Она посмотрела на него. Он находился в госпитале меньше двух недель. Но щеки его уже ввалились и побледнели. Отец всегда был таким сильным, энергичным. А теперь похож на скелет.
Глаза оставались закрытыми, веки иногда дрожали, но не открывались. Его грудь с каждым вздохом поднималась, и тихий хриплый звук слетал с губ.
Дайдра вместе с семейным адвокатом провела утро в шейдисайдском полицейском участке. Они отвечали на один вопрос за другим по поводу техники безопасности карусели «Крутись — Вертись».
— Как мог произойти такой несчастный случай? — требовал ответа лейтенант. — Как могли два троса качели лопнуть одновременно?
Дайдра не могла ничего ответить.
Она приехала в госпиталь почти сразу после ланча и с нетерпением разыскала доктора Брана в его офисе.
— Есть ли изменения? Пришел ли папа в себя?
Молодой доктор почесал свою смуглую гладко-выбритую щеку.
— Еще нет, — ответил он ей. — Но его жизненные показатели остаются хорошими.
«Что он подразумевал?» — подумала Дайдра.
— Когда мой папа придет в себя? Можете ли вы сказать мне что — то конкретное? — произнесла Дайдра требовательным тоном.
Доктор Бран покачал головой и слегка пожал узкими плечами.
— Хотел бы я знать, Дайдра. Но на этот вопрос нет ответа,
— Когда папа придет в себя, — начала снова Дайдра, — он будет в порядке? Я имею в виду, после такой длительной комы будет ли его сознание прежним?
Молодой доктор вздохнул.
— И на этот вопрос я ответить не могу, — проговорил он с некоторой печалью. Затем встал из — за стола, заваленного бумагами, мягко положил руку на плечо Дайдре и добавил: — Мы можем только надеяться на лучшее. Мы должны…
— Но когда он придет в себя? — требовала ответа Дайдра. — Когда?
— У мозга свои естественные возможности выздоровления, — тихо произнес доктор. Его рука все еще лежала у нее на плече. — Иногда пациент выходит из комы через несколько дней, иногда на это требуются недели. Иногда… — Голос его замер.
Дайдра открыла рот, чтобы что — то сказать, но не смогла произнести ни звука. Она откашлялась.
— Доктор Бран…
— Идите и навестите вашего отца, — посоветовал он. — Идите и поговорите с ним.

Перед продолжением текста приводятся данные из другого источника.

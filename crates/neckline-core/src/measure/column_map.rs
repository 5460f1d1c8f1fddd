//! A map from a file's own headers onto neckline's column names.

use super::NAMES;

/// A map from a file's own headers onto neckline's column names: `[columns]` in the job file
/// (`major_true_pct = "Major strain (%)"`) and `--column NAME=HEADER` on the command line (which
/// wins). Headers are matched ignoring case and surrounding spaces.
#[derive(Debug, Clone, Default, PartialEq)]
pub struct ColumnMap {
    /// (neckline name, the file's header), in the order given.
    pub entries: Vec<(String, String)>,
    /// Where the map came from, for messages (`--column`, `job.toml [columns]`).
    pub origin: String,
}

impl ColumnMap {
    /// Parse one `NAME=HEADER` argument.
    pub fn parse_arg(s: &str) -> std::result::Result<(String, String), String> {
        let (name, header) = s
            .split_once('=')
            .ok_or_else(|| format!("expected NAME=HEADER, found `{s}`"))?;
        let name = name.trim().to_ascii_lowercase();
        check_name(&name)?;
        Ok((name, header.trim().to_string()))
    }

    /// Add `entries` over the present ones (a later entry for the same name wins).
    pub fn extend(&mut self, entries: impl IntoIterator<Item = (String, String)>, origin: &str) {
        let mut any = false;
        for (n, h) in entries {
            self.entries.retain(|(m, _)| *m != n);
            self.entries.push((n, h));
            any = true;
        }
        if any {
            if !self.origin.is_empty() {
                self.origin.push_str(" and ");
            }
            self.origin.push_str(origin);
        }
    }

    pub(super) fn name_of(&self, header: &str) -> Option<&str> {
        let h = header.trim();
        self.entries
            .iter()
            .rev()
            .find(|(_, fh)| fh.trim().eq_ignore_ascii_case(h))
            .map(|(n, _)| n.as_str())
    }
}

/// Check that `name` is one of neckline's column names.
pub fn check_name(name: &str) -> std::result::Result<(), String> {
    if NAMES.contains(&name) {
        Ok(())
    } else {
        Err(format!(
            "`{name}` is not a column neckline reads: expected one of {}",
            NAMES.join(", ")
        ))
    }
}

Возможно, он слышит вас, Дайдра. Ваш голос может много для него значить. Даже если он не понимает слов… — Доктор вернулся к своему столу. — Мы следим за ним очень тщательно. И надеемся на лучшее, — сказал он Дайдре, которая нетвердо держалась на ногах. И добавил: — Будьте храброй.
Быть храброй… Она глубоко вздохнула и вошла в палату отца. Придвинула стул к его кровати. Посмотрела на гладкие, несмятые простыни и подумала, что они такие гладкие и несмятые потому, что он не двигается.
Дайдра взяла его мягкую, безжизненную руку и начала с ним говорить, сдерживая рыдания и стоны. Начала говорить, вспоминать.
Она вспоминала историю с растениями на террасе и рассказала ее отцу, так близко наклонившись к нему, что уловила запах мыла на его коже, которым его мыли.